First Author  Clarke LL Year  2004
Journal  Am J Physiol Cell Physiol Volume  287
Issue  1 Pages  C192-9
PubMed ID  15028554 Mgi Jnum  J:95344
Mgi Id  MGI:3525888 Doi  10.1152/ajpcell.00337.2003
Citation  Clarke LL, et al. (2004) A domain mimic increases DeltaF508 CFTR trafficking and restores cAMP-stimulated anion secretion in cystic fibrosis epithelia. Am J Physiol Cell Physiol 287(1):C192-9
abstractText  The major disease-causing mutation of the cystic fibrosis transmembrane conductance regulator (CFTR) is deletion of phenylalanine 508 (DeltaF508), which adversely affects processing and plasma membrane targeting of CFTR. Under conditions predicted to stabilize protein folding, DeltaF508 CFTR is capable of trafficking to the plasma membrane and retains cAMP-regulated anion channel activity. Overexpression is one factor that increases CFTR trafficking; therefore, we hypothesized that expression of a domain mimic of the first nucleotide-binding fold (NBF1) of CFTR, i.e., the site of F508, may be sufficient to overwhelm the quality control process or otherwise stabilize DeltaF508 CFTR and thereby restore cAMP-stimulated anion secretion.

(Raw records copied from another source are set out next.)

"""The window's model: settings, current temperature and magnitude, their renders and plot data.

No Qt here (a test imports this module in a fresh interpreter and checks that
PySide6 is not loaded), so the whole state of the window is tested without a
display. The widgets bind to a :class:`WindowModel`: they read it, call its
setters, and listen to its events; they never ask the engine for data
themselves.

Events. ``model.events.temperature.connect(callback)``; every callback gets one
:class:`Change` carrying the event's name, its ``origin`` (who asked:
``"slider"``, ``"kelvin"``, ``"sky"``, ``"file"``...) and the new value. A widget
that caused a change ignores its own echo by its origin. Events are emitted
only after the whole state is consistent, and a setter that changes nothing
emits nothing (so a view showing the model's value can set it back harmlessly).
A change the engine rejects (:class:`starkiln.engine.errors.StarkilnError`)
leaves the last good state, is reported on ``events.rejected`` and is raised
again for the control that asked (to show it inline).

The temperature slider. Its positions are one
:class:`starkiln.engine.plotdata.plots.MiredScale`, the only place that turns a
position into a temperature and back. Soon after the settings (or the
magnitude) change, the model asks the render path once for every position (one
vectorised call, tens of milliseconds, run when the window is idle through the
``idle`` hook); a slider step then only looks its colours up. The numbers are
the render path's own (``render`` works element by element; an 8-bit check is
in the tests). Temperatures typed in, and steps before the table is ready, are
rendered directly.

Undo. Every change of the settings object (from a control, a file, a reset) is kept in the
model's history (:class:`SettingsHistory`): :meth:`WindowModel.undo` and
:meth:`WindowModel.redo` step through it and give back the very settings objects that were
current, so an undone sequence returns settings equal (``==``) to where it began. The history
is the model's, so it is tested without a display; the window mirrors it in a ``QUndoStack``
for its Edit menu (``events.history`` tells it what was pushed). The temperature and the
magnitude are what is being auditioned, not settings, and are not in the history.

The monitor. Every colour the window paints is converted from the chosen display's colours to
the monitor's colour space by :func:`starkiln.engine.colour.monitor.monitor_rgb_8bit` (the
``monitor_*`` fields below); the readouts keep the chosen display's values. The window tells
the model which monitor it is on (:meth:`WindowModel.set_monitor`); sRGB is assumed until then.

Dark-room viewing. Those monitor colours are dimmed to the viewing level
(:meth:`WindowModel.set_viewing_level`, a fraction 0.02-1 of the monitor's white, in its linear
light: :mod:`starkiln.engine.colour.viewing`); :meth:`WindowModel.dome_viewing_level` is the
level that shows a full-intensity star at the chosen display's luminance.

References
----------
Mired scale: [WyszeckiStiles1982] section 3.11. Colours:
:func:`starkiln.engine.pipeline.render.render`; plot data: :mod:`starkiln.engine.plotdata.plots`
and :mod:`starkiln.engine.plotdata.sky`.
"""

from __future__ import annotations

import dataclasses
import sys
from functools import lru_cache
from pathlib import Path
from typing import Callable

import numpy as np

from starkiln.engine.colour.displays import Display, load_display_profile
from starkiln.engine.colour.monitor import SRGB_MONITOR, monitor_rgb_8bit, rendered_on_monitor
from starkiln.engine.colour.viewing import (check_viewing_level, dome_viewing_level,
                                           surround_rgb_8bit)
from starkiln.engine.colour.temperature_axis import temperature_to_mired
from starkiln.engine.errors import InputRangeError, StarkilnError
from starkiln.engine.eye.vision import check_magnitude
from starkiln.engine.colour.quantisation import to_8bit, to_hex
from starkiln.engine.pipeline.render import Rendered, render
from starkiln.engine.pipeline.settings import Settings, load_settings, save_settings
from starkiln.engine.pipeline.settings import settings_to_toml
from starkiln.engine.path.atmosphere import airmass_kasten_young
from starkiln.engine.plotdata.plots import (ArrivingCurve, BandColours, ChromaticityDiagram,
                                            MiredScale, PlanckCurve, arriving_curve,
                                            chromaticity_diagram,
                                            efficiency_overlays, magnitude_ladder, planck_curve,
                                            spectral_band_colours,
                                            spectrum_plot_wavelengths_nm)
from starkiln.engine.plotdata.sky import Cluster, SkyImage, load_demo_cluster, sky_image
from starkiln.engine.plates.preview import (ColumnChoice, StarTable, load_star_table,
                                            plate_on_monitor, preview_plate)
from starkiln.engine.stars.temperature import (DEFAULT_INDEX_MODEL, check_index_model,
                                               check_temperature, temperature_for_spectral_class,
                                               temperature_from_index)

DEFAULT_TEMPERATURE_K = 5772.0  # the Sun's nominal effective temperature ([IAU2015B3])
DEFAULT_MAGNITUDE = 1.0
#: Slider resolution: positions per mired (arrow keys step 1 mired, page keys 10).
POSITIONS_PER_MIRED = 4
#: Cells of the temperature strip under the slider, and its labelled temperatures.
STRIP_CELLS = 48
STRIP_TICKS_K = (1000, 1500, 2000, 3000, 4000, 5000, 6500, 10000, 40000)
#: Wavelengths of the spectrum plot's curve: 2 nm in the visible band, 10 nm outside.
SPECTRUM_STEP_BAND_NM = 2.0
SPECTRUM_STEP_OUTSIDE_NM = 10.0


#: The status bar's words for the monitor when the platform gives no colour space.
MONITOR_ASSUMED = "assumed; the platform reports none"
#: Names the status bar gives the preset monitors.
MONITOR_LABELS = {"srgb": "sRGB", "display-p3": "Display P3", "dci-p3": "DCI-P3",
                  "rec2020": "Rec. 2020", "rec2100-pq": "Rec. 2100 PQ"}


# -- events ------------------------------------------------------------------------------------
@dataclasses.dataclass(frozen=True)
class Change:
    """One change: which event, who asked for it, and the new value."""

    event: str
    origin: str
    value: object


class Event:
    """Callbacks for one kind of change; each gets a :class:`Change`."""

    def __init__(self, name: str):
        self.name = name
        self._callbacks: list[Callable[[Change], object]] = []

    def connect(self, callback: Callable[[Change], object]) -> Callable[[Change], object]:
        """Call ``callback(change)`` on every change from now on; returns the callback."""
        self._callbacks.append(callback)
        return callback

    def disconnect(self, callback: Callable[[Change], object]) -> None:
        """Stop calling ``callback``."""
        self._callbacks.remove(callback)

    def emit(self, origin: str, value) -> Change:
        """Tell every callback, in the order they connected.

        A callback that raises does not stop the others (nor undo the change):
        its exception goes to ``sys.excepthook``, as a slot's does in Qt.
        """
        change = Change(self.name, origin, value)
        for callback in tuple(self._callbacks):
            try:
                callback(change)
            except Exception:  # noqa: BLE001 - as a toolkit does: report, call the others
                sys.excepthook(*sys.exc_info())
        return change


class ModelEvents:
    """The model's events.

    Attributes
    ----------
    temperature : value the new temperature, K (the colour, spectrum and slider
        position are already updated).
    magnitude : value the new apparent magnitude.
    settings : value the new :class:`~starkiln.engine.pipeline.settings.Settings`.
    plots : value the new :class:`PlotData` (emitted after ``settings``).
    rejected : value the :class:`~starkiln.engine.errors.StarkilnError`; nothing changed.
    monitor : value the new monitor :class:`~starkiln.engine.colour.displays.Display` (the
        colours and plot data are already converted; ``plots`` follows).
    viewing : value the new viewing level (the colours and plot data are already dimmed;
        ``plots`` follows).
    history : value a :class:`HistoryChange`: a change was pushed, undone or redone (emitted
        after ``settings`` and ``plots``).
    pins : value the tuple of :class:`Pin` now pinned (a pin was added or removed, or the A/B
        pair loaded); the strips follow from :meth:`WindowModel.pin_strips`.
    stars : value the :class:`~starkiln.engine.plates.preview.StarTable` now loaded for the
        sky panel, or None (back to the demo cluster).
    """

    def __init__(self):
        self.temperature = Event("temperature")
        self.magnitude = Event("magnitude")
        self.settings = Event("settings")
        self.plots = Event("plots")
        self.rejected = Event("rejected")
        self.monitor = Event("monitor")
        self.viewing = Event("viewing")
        self.history = Event("history")
        self.pins = Event("pins")
        self.stars = Event("stars")


#: Origins of the history's own steps: changes made by undo and redo are not pushed again.
UNDO_ORIGIN = "undo"
REDO_ORIGIN = "redo"
#: Most changes kept (common practice for an editor's undo list; older ones are dropped).
HISTORY_LIMIT = 200
#: Words for the settings fields in the Edit menu ("Undo gamut mapping"); a field not named
#: here is said as its name with spaces ("scene white", "night tint").
FIELD_WORDS = {
    "gamut": "gamut mapping", "vision": "vision model", "pupil_mm": "pupil",
    "aperture_mm": "aperture", "blur_spot_arcmin": "star image size",
    "magnitude_bright": "brightest magnitude", "magnitude_faint": "faintest magnitude",
    "compensate": "dome compensation",
    "dust_ebv": "dust E(B-V)", "dust_rv": "dust R_V", "altitude_deg": "altitude",
}


def describe_change(before: Settings, after: Settings) -> str:
    """Words for what changed between two settings objects ("gamut mapping", "display and
    pupil", "4 settings"), for the Edit menu."""
    names = [f.name for f in dataclasses.fields(Settings)
             if getattr(before, f.name) != getattr(after, f.name)]
    words = [FIELD_WORDS.get(n, n.replace("_", " ")) for n in names]
    if not words:
        return "settings"
    if len(words) > 2:
        return f"{len(words)} settings"
    return " and ".join(words)


@dataclasses.dataclass(frozen=True)
class HistoryEntry:
    """One settings change: the settings before and after it, and its words."""

    before: Settings
    after: Settings
    text: str


@dataclasses.dataclass(frozen=True)
class HistoryChange:
    """What happened to the history: ``kind`` is ``"push"``, ``"merge"`` (the newest entry
    now ends at a later change: a slider being dragged), ``"undo"``, ``"redo"`` or ``"clear"``;
    ``entry`` the entry concerned (None for ``"clear"``)."""

    kind: str
    entry: HistoryEntry | None


class SettingsHistory:
    """Undo and redo lists of settings changes (newest last), at most ``limit`` kept.

    Parameters
    ----------
    limit : int
        Most entries kept in the undo list; the oldest go first.
    """

    def __init__(self, limit: int = HISTORY_LIMIT):
        self.limit = int(limit)
        self._undo: list[HistoryEntry] = []
        self._redo: list[HistoryEntry] = []
        self._open = False  # the newest entry may still take merged changes

    @property
    def can_undo(self) -> bool:
        """Whether there is a change to undo."""
        return bool(self._undo)

    @property
    def can_redo(self) -> bool:
        """Whether there is an undone change to redo."""
        return bool(self._redo)

    @property
    def undo_text(self) -> str:
        """Words of the change :meth:`WindowModel.undo` would undo ("" if none)."""
        return self._undo[-1].text if self._undo else ""

    @property
    def redo_text(self) -> str:
        """Words of the change :meth:`WindowModel.redo` would redo ("" if none)."""
        return self._redo[-1].text if self._redo else ""

    def __len__(self) -> int:
        return len(self._undo)

    def push(self, before: Settings, after: Settings, open_merge: bool = False) -> HistoryEntry:
        """Record a change; the redo list is dropped (a new change starts a new branch).

        ``open_merge``: later changes given to :meth:`merge` join this entry (the steps of one
        slider drag are one undo step) until :meth:`close_merge` or another push.
        """
        entry = HistoryEntry(before, after, describe_change(before, after))
        self._undo.append(entry)
        del self._undo[:-self.limit]
        self._redo.clear()
        self._open = bool(open_merge)
        return entry

    def merge(self, before: Settings, after: Settings) -> HistoryEntry | None:
        """Extend the newest entry to ``after`` if it is open and ends at ``before``; returns
        the extended entry, or None (nothing changed: push instead)."""
        last = self._undo[-1] if self._undo else None
        if not self._open or last is None or last.after is not before:
            return None
        entry = HistoryEntry(last.before, after, describe_change(last.before, after))
        self._undo[-1] = entry
        return entry

    def close_merge(self) -> None:
        """The next change starts an entry of its own (a drag ended)."""
        self._open = False

    def take_undo(self) -> HistoryEntry:
        """Move the newest change to the redo list and return it."""
        entry = self._undo.pop()
        self._redo.append(entry)
        self._open = False
        return entry

    def take_redo(self) -> HistoryEntry:
        """Move the newest undone change back to the undo list and return it."""
        entry = self._redo.pop()
        self._undo.append(entry)
        self._open = False
        return entry

    def clear(self) -> None:
        """Forget every change."""
        self._undo.clear()
        self._redo.clear()
        self._open = False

In epithelial cells expressing recombinant DeltaF508 human (h)CFTR, expression of wild-type NBF1 increased the amount of both core-glycosylated and mature protein to a greater extent than expression of DeltaF508 NBF1. Expression of wild-type NBF1 in the DeltaF508 hCFTR cells increased whole cell Cl(-) current density to approximately 50% of that in cells expressing wild-type hCFTR. Expression of NBF1 in polarized epithelial monolayers from a DeltaF508/DeltaF508 cystic fibrosis mouse (MGEF) restored cAMP-stimulated transepithelial anion secretion but not in monolayers from a CFTR-null mouse (MGEN). Restoration of anion secretion was sustained in NBF1-expressing MGEF for >30 passages, whereas MGEN corrected with hCFTR progressively lost anion secretion capability. We conclude that expression of a NBF1 domain mimic may be useful for correction of the DeltaF508 CFTR protein trafficking defect in cystic fibrosis epithelia.